> What to produce:
If a line appears in the data below, it must appear in your answer exactly as given.

= = =

package org.resonancegate.criteria;

import java.util.Optional;
import java.util.OptionalDouble;
import java.util.function.Supplier;
import org.apache.commons.math3.complex.Complex;
import org.resonancegate.dynamics.Drive;
import org.resonancegate.dynamics.Drives;
import org.resonancegate.dynamics.Load;
import org.resonancegate.dynamics.Probe;
import org.resonancegate.dynamics.Response;
import org.resonancegate.spec.Criterion;
import org.resonancegate.spec.Excitation;
import org.resonancegate.spec.ExcitationFrequency;
import org.resonancegate.spec.ResponsePoint;

/**
 * isolation: for each force, unbalance or base-motion excitation alone, the transmissibility T
 * stays at or below the limit; the worst excitation over the speed range counts. For a force,
 * T = the peak over a cycle of the total ground-force vector / the applied amplitude (for a
 * rotating force on a body, the major semi-axis of the ellipse the ground force traces); for base
 * motion, T = the response at {@code at} (default: the mass, or the centre of gravity) along the
 * motion's direction / the ground amplitude. Order-only excitations carry no load and are left
 * out. With {@code minEfficiency} the value is 1 − T.
 */
final class IsolationRule {

    private IsolationRule() {
    }

    /** T and where it is read (the response point for base motion; empty for a force). */
    private record Reading(double t, String where) {
    }

    /**
     * T of one excitation at its frequency. The system is linear, so T is the ratio of the
     * response to the load it answers; a load of zero amplitude (an unbalance at standstill) is
     * replaced by a unit load of the same pattern so that T is still defined.
     */
    private static Reading transmissibility(Drive d, Response r, RuleContext ctx, Optional<ResponsePoint> at) {
        double amplitude = d.load().amplitude().abs();
        if (!(amplitude > 0)) {
            Load unit = d.load() instanceof Load.Force f ? new Load.Force(Complex.ONE, f.placement())
                    : new Load.GroundMotion(Complex.ONE, ((Load.GroundMotion) d.load()).direction());
            r = ctx.system().respond(unit, d.omega());
            amplitude = 1;
        }
        if (d.load() instanceof Load.Force) {
            return new Reading(r.groundForces().peakOverCycle() / amplitude, "");
        }
        Load.GroundMotion g = (Load.GroundMotion) d.load();
        double worst = -1;
        String where = "";
        for (Probe p : ctx.probesAlong(at, g.direction())) {
            double t = p.of(r).abs() / amplitude;
            if (t > worst && !Ties.same(t, worst)) {
                worst = t;
                where = p.label();
            }
        }
        return new Reading(worst, where);
    }

    /** T of one excitation at running speed {@code speed}, from the responses the context shares. */
    private static Reading transmissibilityAt(Excitation e, RuleContext ctx, double speed, Optional<ResponsePoint> at) {
        // Only this excitation's response: the others' are not needed to refine its peak.
        RuleContext.Driven d = ctx.respondTo(e, speed);
        Reading reading = transmissibility(d.drive(), d.response(), ctx, at);
        if (!Double.isFinite(reading.t())) {
            CriterionProblem.requireFinite(reading.t(), "transmissibility of '" + e.name() + "'");
        }
        return reading;
    }

    static Finding evaluate(Criterion.Isolation c, RuleContext ctx) {
        if (!ctx.hasDrives()) {
            throw new CriterionProblem("isolation needs a force, unbalance or base-motion excitation; "
                    + "the spec lists only order-only ones. Add one, or remove the criterion");
        }
        // Each excitation alone, each over the whole speed range; the worst counts, the first
        // listed among equals.
        SpeedSweep.Peak peak = null;
        Excitation worst = null;
        for (Excitation e : ctx.excitations()) {
            if (e instanceof Excitation.OrderOnly) {
                continue;
            }
            boolean follows = e.frequency() instanceof ExcitationFrequency.Order;
            SpeedSweep.Peak p = ctx.fixedSpeed() || !follows
                    ? new SpeedSweep.Peak(ctx.minSpeed(), transmissibilityAt(e, ctx, ctx.minSpeed(), c.at()).t())
                    : SpeedSweep.maximiseOver(s -> transmissibilityAt(e, ctx, s, c.at()).t(), ctx.minSpeed(),
                    ctx.maxSpeed(), ctx.sweepSpeeds(), "transmissibility of '" + e.name() + "'");
            if (peak == null || (p.value() > peak.value() && !Ties.same(p.value(), peak.value()))) {
                peak = p;
                worst = e;
            }
        }
        Drive governing = Drives.at(worst, peak.speed(), ctx.operation()).orElseThrow();
        String point = transmissibilityAt(worst, ctx, peak.speed(), c.at()).where();
        double t = peak.value();
        OptionalDouble speedRpm = ctx.fixedSpeed() || governing.speedDependent()
                ? OptionalDouble.of(Display.rpmValue(peak.speed())) : OptionalDouble.empty();
        OptionalDouble hz = OptionalDouble.of(Display.hzValue(governing.omega()));
        // Worded only if this case governs (the message of every other tolerance case is never read).
        double topSpeed = peak.speed();
        Supplier<String> where = () -> " for '" + governing.source().name() + "'" + Display.named(" at ", point) + " "
                + (speedRpm.isPresent() ? Display.speedAndFrequency(topSpeed, governing.omega())
                : "at " + Display.hz(governing.omega()));
        if (c.limit() instanceof Criterion.IsolationLimit.MinEfficiency e) {
            double limit = e.value().value();
            double efficiency = 1 - t;
            double badness = Finding.belowBound(efficiency, limit);
            Supplier<String> verdict = () -> badness > 0
                    ? " is below the required " + Display.percent(limit) + " by "
                    + Display.sig((limit - efficiency) * 100, 3) + " percentage points"
                    : " meets the required " + Display.percent(limit) + " with "
                    + Display.sig((efficiency - limit) * 100, 3) + " percentage points to spare";
            return new Finding(efficiency, limit, "1", speedRpm, hz, badness,
                    () -> "isolation efficiency " + Display.percent(efficiency) + " (transmissibility "
                            + Display.sig(t) + ")" + where.get() + verdict.get() + nearest(ctx, governing.omega()));
        }
        double limit = c.limit().value().value();
        double badness = Finding.aboveBound(t, limit);
        Supplier<String> verdict = () -> badness > 0
                ? " exceeds " + Display.sig(limit) + " by " + Display.percent(badness)
                : " is within " + Display.sig(limit) + " (" + Display.percent(-badness) + " below)";
        return new Finding(t, limit, "1", speedRpm, hz, badness,
                () -> "transmissibility " + Display.sig(t) + where.get() + verdict.get()
                        + nearest(ctx, governing.omega()));
    }

    static String nearest(RuleContext ctx, double omega) {
        return ctx.nearestMode(omega).map(m -> "; nearest " + Display.mode(m)).orElse("");
    }
}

= = =

> Exercise result:
package org.resonancegate.criteria;

import java.util.Optional;
import java.util.OptionalDouble;
import java.util.function.Supplier;
import org.apache.commons.math3.complex.Complex;
import org.resonancegate.dynamics.Drive;
import org.resonancegate.dynamics.Drives;
import org.resonancegate.dynamics.Load;
import org.resonancegate.dynamics.Probe;
import org.resonancegate.dynamics.Response;
import org.resonancegate.spec.Criterion;
import org.resonancegate.spec.Excitation;
import org.resonancegate.spec.ExcitationFrequency;
import org.resonancegate.spec.ResponsePoint;

/**
 * isolation: for each force, unbalance or base-motion excitation alone, the transmissibility T
 * stays at or below the limit; the worst excitation over the speed range counts. For a force,
 * T = the peak over a cycle of the total ground-force vector / the applied amplitude (for a
 * rotating force on a body, the major semi-axis of the ellipse the ground force traces); for base
 * motion, T = the response at {@code at} (default: the mass, or the centre of gravity) along the
 * motion's direction / the ground amplitude. Order-only excitations carry no load and are left
 * out. With {@code minEfficiency} the value is 1 − T.
 */
final class IsolationRule {

    private IsolationRule() {
    }

    /** T and where it is read (the response point for base motion; empty for a force). */
    private record Reading(double t, String where) {
    }

    /**
     * T of one excitation at its frequency. The system is linear, so T is the ratio of the
     * response to the load it answers; a load of zero amplitude (an unbalance at standstill) is
     * replaced by a unit load of the same pattern so that T is still defined.
     */
    private static Reading transmissibility(Drive d, Response r, RuleContext ctx, Optional<ResponsePoint> at) {
        double amplitude = d.load().amplitude().abs();
        if (!(amplitude > 0)) {
            Load unit = d.load() instanceof Load.Force f ? new Load.Force(Complex.ONE, f.placement())
                    : new Load.GroundMotion(Complex.ONE, ((Load.GroundMotion) d.load()).direction());
            r = ctx.system().respond(unit, d.omega());
            amplitude = 1;
        }
        if (d.load() instanceof Load.Force) {
            return new Reading(r.groundForces().peakOverCycle() / amplitude, "");
        }
        Load.GroundMotion g = (Load.GroundMotion) d.load();
        double worst = -1;
        String where = "";
        for (Probe p : ctx.probesAlong(at, g.direction())) {
            double t = p.of(r).abs() / amplitude;
            if (t > worst && !Ties.same(t, worst)) {
                worst = t;
                where = p.label();
            }
        }
        return new Reading(worst, where);
    }

    /** T of one excitation at running speed {@code speed}, from the responses the context shares. */
    private static Reading transmissibilityAt(Excitation e, RuleContext ctx, double speed, Optional<ResponsePoint> at) {
        // Only this excitation's response: the others' are not needed to refine its peak.
        RuleContext.Driven d = ctx.respondTo(e, speed);
        Reading reading = transmissibility(d.drive(), d.response(), ctx, at);
        if (!Double.isFinite(reading.t())) {
            CriterionProblem.requireFinite(reading.t(), "transmissibility of '" + e.name() + "'");
        }
        return reading;
    }

    static Finding evaluate(Criterion.Isolation c, RuleContext ctx) {
        if (!ctx.hasDrives()) {
            throw new CriterionProblem("isolation needs a force, unbalance or base-motion excitation; "
                    + "the spec lists only order-only ones. Add one, or remove the criterion");
        }
        // Each excitation alone, each over the whole speed range; the worst counts, the first
        // listed among equals.
        SpeedSweep.Peak peak = null;
        Excitation worst = null;
        for (Excitation e : ctx.excitations()) {
            if (e instanceof Excitation.OrderOnly) {
                continue;
            }
            boolean follows = e.frequency() instanceof ExcitationFrequency.Order;
            SpeedSweep.Peak p = ctx.fixedSpeed() || !follows
                    ? new SpeedSweep.Peak(ctx.minSpeed(), transmissibilityAt(e, ctx, ctx.minSpeed(), c.at()).t())
                    : SpeedSweep.maximiseOver(s -> transmissibilityAt(e, ctx, s, c.at()).t(), ctx.minSpeed(),
                    ctx.maxSpeed(), ctx.sweepSpeeds(), "transmissibility of '" + e.name() + "'");
            if (peak == null || (p.value() > peak.value() && !Ties.same(p.value(), peak.value()))) {
                peak = p;
                worst = e;
            }
        }
        Drive governing = Drives.at(worst, peak.speed(), ctx.operation()).orElseThrow();
        String point = transmissibilityAt(worst, ctx, peak.speed(), c.at()).where();
        double t = peak.value();
        OptionalDouble speedRpm = ctx.fixedSpeed() || governing.speedDependent()
                ? OptionalDouble.of(Display.rpmValue(peak.speed())) : OptionalDouble.empty();
        OptionalDouble hz = OptionalDouble.of(Display.hzValue(governing.omega()));
        // Worded only if this case governs (the message of every other tolerance case is never read).
        double topSpeed = peak.speed();
        Supplier<String> where = () -> " for '" + governing.source().name() + "'" + Display.named(" at ", point) + " "
                + (speedRpm.isPresent() ? Display.speedAndFrequency(topSpeed, governing.omega())
                : "at " + Display.hz(governing.omega()));
        if (c.limit() instanceof Criterion.IsolationLimit.MinEfficiency e) {
            double limit = e.value().value();
            double efficiency = 1 - t;
            double badness = Finding.belowBound(efficiency, limit);
            Supplier<String> verdict = () -> badness > 0
                    ? " is below the required " + Display.percent(limit) + " by "
                    + Display.sig((limit - efficiency) * 100, 3) + " percentage points"
                    : " meets the required " + Display.percent(limit) + " with "
                    + Display.sig((efficiency - limit) * 100, 3) + " percentage points to spare";
            return new Finding(efficiency, limit, "1", speedRpm, hz, badness,
                    () -> "isolation efficiency " + Display.percent(efficiency) + " (transmissibility "
                            + Display.sig(t) + ")" + where.get() + verdict.get() + nearest(ctx, governing.omega()));
        }
        double limit = c.limit().value().value();
        double badness = Finding.aboveBound(t, limit);
        Supplier<String> verdict = () -> badness > 0
                ? " exceeds " + Display.sig(limit) + " by " + Display.percent(badness)
                : " is within " + Display.sig(limit) + " (" + Display.percent(-badness) + " below)";
        return new Finding(t, limit, "1", speedRpm, hz, badness,
                () -> "transmissibility " + Display.sig(t) + where.get() + verdict.get()
                        + nearest(ctx, governing.omega()));
    }

    static String nearest(RuleContext ctx, double omega) {
        return ctx.nearestMode(omega).map(m -> "; nearest " + Display.mode(m)).orElse("");
    }
}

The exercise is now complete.